The Library of Congress contains “more than 162 million items on approximately 838 miles of bookshelves.” It was our first time exploring the Library of Congress so knowing where to look involved some luck and assistance. Thanks to the help of friendly staff, we learned how to locate and access the archive. Here’s our experience as a helpful guide if you’d like to do some exploring of your own.

The Library of Congress has three buildings in Washington, D.C. so beginning at the correct building is a good starting point. The Seth MacFarlane Collection of the Carl Sagan and Ann Druyan Archive is located in the James Madison Memorial Building of the Library of Congress at 101 Independence Avenue, SE. The largest library building in the world, the archive is contained somewhere within its 1.5 million square feet of space.

The James Madison Memorial Building of the Library of Congress
The James Madison Memorial Building of the Library of Congress Image: Library of Congress

After entering the building and proceeding through security, we took a moment to appreciate the large hall to our left that honors the building’s namesake, James Madison. Between the columns leading up to a statue of James Madison are quotes proclaiming the importance of learning and knowledge.

Returning to the main entrance hallway we proceeded directly to the Manuscript Reading Room (LM101) where a friendly security guard greeted us. Realizing we had no idea how to access the archive he patiently directed us to visit the Reader Registration & Researcher Guidance Room (LM140). Unless you already have a Library of Congress Reader card, you should first visit this room, which is located down the first hallway to your left when entering the building.
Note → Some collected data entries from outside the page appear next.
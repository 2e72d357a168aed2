"""The distribution of the largest of m correlated t statistics.

For contrasts estimated from one fit, ``T_i = psi_hat_i / se_i`` share the
residual mean square, so under the null hypotheses ``T = Z / S`` with
``Z ~ N(0, R)`` (``R`` the correlation matrix of the estimates) and
``S^2 ~ chi^2_df / df`` independent: ``T`` is multivariate t. The
single-step max-t method needs

    P(max_i |T_i| <= x)   (two-sided)   or   P(max_i T_i <= x)   (one-sided),

a box probability of that multivariate t (Hothorn, Bretz & Westfall 2008,
Biometrical Journal 50, 346-363; Genz & Bretz 2009, *Computation of
Multivariate Normal and t Probabilities*, Springer; both from memory).

Two integrators, both randomised quasi-Monte Carlo:

* ``R`` of full rank: ``scipy.stats.multivariate_t.cdf`` (Genz-Bretz
  lattice rules), called once per replicate with its own seeded Generator;
* ``R`` singular (more contrasts than their rank, e.g. all pairs of k
  levels, m = k(k-1)/2 statistics of rank k - 1): scipy 1.17's
  ``multivariate_t.cdf`` gives wrong values for a singular shape matrix
  (0.888 instead of 0.950 for the three pairwise differences of three
  balanced groups at the Tukey critical value), so this module integrates
  by sequential conditioning on a pivoted Cholesky factor ``R = L L'`` of
  rank ``r`` (LAPACK ``dpstrf``): variable ``z_j`` is drawn from the
  standard normal truncated to the intersection of the bounds of every row
  whose last non-zero entry of ``L`` is in column ``j``, and the weight is
  the product of the truncation probabilities (Genz 1992, J. Comput. Graph.
  Statist. 1, 141-149; singular case as in Genz & Bretz 2009, sec. 5; from
  memory). The ``r`` normal variables and the chi scale come from scrambled
  Sobol points (``scipy.stats.qmc.Sobol``).

Each estimate is the mean of ``replicates`` independent randomised
replicates; the reported error is a 99.7% bound on its integration error:
the standard error of the mean times the 0.9985 quantile of t on
``replicates - 1`` df (three standard errors if the spread of the replicates
were known; the t quantile allows for estimating it from few replicates).
Every replicate's seed is drawn once from the caller's Generator when the
distribution is built, so the same Generator state gives the same numbers,
and a critical value is the root of a fixed (deterministic) function.
"""

from __future__ import annotations

import math

import numpy as np
import scipy.linalg.lapack
import scipy.optimize
import scipy.special
from scipy import stats

from nestfit.errors import ContrastError

__all__ = ["MaxT"]

# Relative eigenvalue below which the correlation matrix counts as singular. Common practice.
SINGULAR_TOL = 1e-10
# Entries of the Cholesky factor below this are structural zeros (rows have unit norm).
FACTOR_TOL = 1e-12
#: Default lattice points per replicate for scipy's integrator, and Sobol points (log2).
SCIPY_POINTS = 4000
SOBOL_LOG2 = 12
REPLICATES = 6


class MaxT:
    """``max_i |T_i|`` (two-sided) or ``max_i T_i`` of a multivariate t with correlation ``corr``.

    Parameters
    ----------
    corr : ndarray, shape (m, m)
        Correlation matrix of the t statistics (positive semi-definite).
    df : float
        Degrees of freedom of the shared variance estimate (need not be whole:
        Satterthwaite df for Welch-type standard errors).
    two_sided : bool
        Distribution of ``max |T_i|`` (True) or of ``max T_i`` (False).
    rng : numpy.random.Generator
        Source of the replicate seeds.
    points : int, optional
        Integration points per replicate (scipy's lattice; for the Sobol
        integrator the next power of two).
    replicates : int
        Independent randomised replicates (>= 2), for the error estimate.
    backend : {"auto", "scipy", "conditioning"}
        ``"auto"`` picks scipy for a full-rank ``corr`` and sequential
        conditioning otherwise; the others force one (scipy only for full rank).
    """

    def __init__(self, corr: np.ndarray, df: float, *, two_sided: bool,
                 rng: np.random.Generator, points: int | None = None,
                 replicates: int = REPLICATES, backend: str = "auto") -> None:
        corr = np.array(corr, dtype=float)
        m = corr.shape[0]
        if corr.shape != (m, m) or m == 0 or not np.allclose(corr, corr.T, atol=1e-12):
            raise ContrastError("the correlation matrix of the contrasts must be square and "
                                "symmetric")
        if df < 1:
            raise ContrastError(f"max-t needs at least one residual df, got {df}")
        if replicates < 2:
            raise ContrastError(f"replicates must be at least 2 (for the error estimate), "
                                f"got {replicates}")
        np.fill_diagonal(corr, 1.0)
        self.corr, self.df, self.two_sided, self.m = corr, float(df), bool(two_sided), m
        eig = np.linalg.eigvalsh(corr)
        self.rank = int(np.sum(eig > SINGULAR_TOL * m))
        self.seeds = [int(s) for s in rng.integers(0, 2**63 - 1, size=replicates)]
        self._memo: dict[float, tuple[float, float]] = {}
        if backend not in ("auto", "scipy", "conditioning"):
            raise ContrastError(f"backend must be 'auto', 'scipy' or 'conditioning', got "
                                f"{backend!r}")
        if backend == "scipy" and self.rank < m:
            raise ContrastError("scipy's multivariate t is used for full-rank correlation only")
        self._use_scipy = self.rank == m and backend != "conditioning"
        if self._use_scipy:
            self.backend = "scipy.stats.multivariate_t"
            self.points = int(points or SCIPY_POINTS)
        else:
            self.backend = "sequential conditioning"
            log2 = SOBOL_LOG2 if points is None else max(4, math.ceil(math.log2(points)))
            self.points = 2 ** log2
            self._setup_singular(log2)

    # ------------------------------------------------------------------ public
    def cdf(self, x: np.ndarray | float) -> tuple[np.ndarray, np.ndarray]:
        """``(P(max <= x), error)`` for each threshold in ``x``.

        The estimate is a fixed function of ``x`` (the replicate seeds are drawn
        once), so values already computed are remembered and thresholds not yet
        seen are integrated together in one pass.
        """
        xs = np.atleast_1d(np.asarray(x, dtype=float))
        new = np.array(sorted({float(v) for v in xs} - self._memo.keys()))
        if new.size:
            reps = (self._scipy_replicates(new) if self._use_scipy
                    else self._singular_replicates(new))
            value = np.clip(reps.mean(axis=0), 0.0, 1.0)
            r = reps.shape[0]
            error = float(stats.t.ppf(0.9985, r - 1)) * reps.std(axis=0, ddof=1) / math.sqrt(r)
            for v, p, e in zip(new.tolist(), value.tolist(), error.tolist()):
                self._memo[v] = (p, e)
        pairs = [self._memo[float(v)] for v in xs]
        return np.array([p for p, _ in pairs]), np.array([e for _, e in pairs])

    def sf(self, x: np.ndarray | float) -> tuple[np.ndarray, np.ndarray]:
        """``(P(max > x), error)``."""
        value, error = self.cdf(x)
        return 1.0 - value, error

    def quantile(self, prob: float, *, also: np.ndarray | None = None) -> tuple[float, float]:
        """The critical value ``c`` with ``P(max <= c) = prob``, and the error of P at ``c``.

        Bracketed by the single-test and Bonferroni critical values, which
        bound it exactly; solved by Brent's method on the fixed-seed estimate.
        Thresholds in ``also`` (e.g. the observed statistics, for their tail
        probabilities) are integrated in the same pass as the two brackets.
        """
        tail = 1.0 - prob
        if self.two_sided:
            lo = float(stats.t.ppf(1.0 - tail / 2.0, self.df))
            hi = float(stats.t.ppf(1.0 - tail / (2.0 * self.m), self.df))
        else:
            lo = float(stats.t.ppf(prob, self.df))
            hi = float(stats.t.ppf(1.0 - tail / self.m, self.df))
        if self.m == 1:
            return lo, 0.0
        self.cdf(np.concatenate([[lo, hi], [] if also is None else np.ravel(also)]))

        def gap(c: float) -> float:
            return float(self.cdf(c)[0][0]) - prob

        if gap(lo) >= 0.0:
            c = lo
        elif gap(hi) <= 0.0:
            c = hi
        else:
            c = float(scipy.optimize.brentq(gap, lo, hi, xtol=1e-7, rtol=1e-10))
        return c, float(self.cdf(c)[1][0])

    # --------------------------------------------------------------- scipy path
    def _scipy_replicates(self, xs: np.ndarray) -> np.ndarray:
        out = np.empty((len(self.seeds), xs.size))
        ones = np.ones(self.m)
        for r, seed in enumerate(self.seeds):
            for i, x in enumerate(xs):
                lower = -x * ones if self.two_sided else np.full(self.m, -np.inf)
                out[r, i] = stats.multivariate_t.cdf(
                    x * ones, shape=self.corr, df=self.df, lower_limit=lower,
                    maxpts=self.points, random_state=np.random.default_rng(seed))
        return out

    # ------------------------------------------------------------ singular path
    def _setup_singular(self, log2: int) -> None:
        c, _piv, rank, info = scipy.linalg.lapack.dpstrf(self.corr, tol=SINGULAR_TOL, lower=1)
        if info < 0:  # pragma: no cover - LAPACK argument error
            raise ContrastError("pivoted Cholesky factorisation of the correlation matrix failed")
        rank = int(rank)
        # P' R P = L L' for the pivot order P; every statistic has the same bounds
        # (-x s, x s), so the order of the rows does not matter and P is not needed.
        factor = np.tril(c)[:, :rank]
        factor[np.abs(factor) < FACTOR_TOL] = 0.0
        last = np.array([int(np.flatnonzero(row)[-1]) for row in factor])
        self._factor = factor
        self._groups = [np.flatnonzero(last == j) for j in range(rank)]
        self._uniform = []
        for seed in self.seeds:
            sobol = stats.qmc.Sobol(rank + 1, scramble=True, rng=np.random.default_rng(seed))
            u = np.clip(sobol.random_base2(log2), 1e-15, 1.0 - 1e-15)
            scale = np.sqrt(stats.chi2.ppf(u[:, 0], self.df) / self.df)
            self._uniform.append((scale, u[:, 1:]))

    def _singular_replicates(self, xs: np.ndarray) -> np.ndarray:
        L = self._factor
        rank = L.shape[1]
        out = np.empty((len(self._uniform), xs.size))
        for r, (scale, u) in enumerate(self._uniform):
            bound = xs[:, None] * scale[None, :]  # (K, N)
            weight = np.ones_like(bound)
            z = np.zeros((*bound.shape, rank))
            for j in range(rank):
                rows = self._groups[j]
                shift = z[:, :, :j] @ L[rows, :j].T  # (K, N, rows)
                coef = L[rows, j]
                upper = (bound[:, :, None] - shift) / coef
                lower = ((-bound[:, :, None] if self.two_sided else -np.inf) - shift) / coef
                lo = np.where(coef > 0, lower, upper).max(axis=2)
                hi = np.where(coef > 0, upper, lower).min(axis=2)
                mass, draw = _truncated(lo, hi, u[None, :, j])
                weight *= mass
                z[:, :, j] = draw
            out[r] = weight.mean(axis=1)
        return out


def _truncated(lo: np.ndarray, hi: np.ndarray, u: np.ndarray) -> tuple[np.ndarray, np.ndarray]:
    """Mass of N(0, 1) on [lo, hi] and the draw ``Phi^-1(Phi(lo) + u mass)``.

    In the upper tail (``lo > 0``) both are computed by reflection so that
    no digits are lost to ``1 - Phi``.
    """
    hi = np.maximum(hi, lo)
    upper_tail = lo > 0
    a = np.where(upper_tail, scipy.special.ndtr(-hi), scipy.special.ndtr(lo))
    b = np.where(upper_tail, scipy.special.ndtr(-lo), scipy.special.ndtr(hi))
    mass = np.maximum(b - a, 0.0)
    p = np.clip(a + u * mass, 1e-300, 1.0 - 1e-16)
    draw = scipy.special.ndtri(p)
    return mass, np.where(upper_tail, -draw, draw)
James Madison Memorial Building - First Floor Layout
James Madison Memorial Building - First Floor Layout Image: Library of Congress

The Reader Registration & Researcher Guidance Room (LM140) is well organized. Staff direct you to a computer area where you enter your contact information and then proceed to another area where details are finalized, your photo is taken, and you are issued an official Library of Congress Reader card. The card is valid for two years, grants you access to the library’s reading rooms, and makes an excellent keepsake from your travels in Washington, D.C.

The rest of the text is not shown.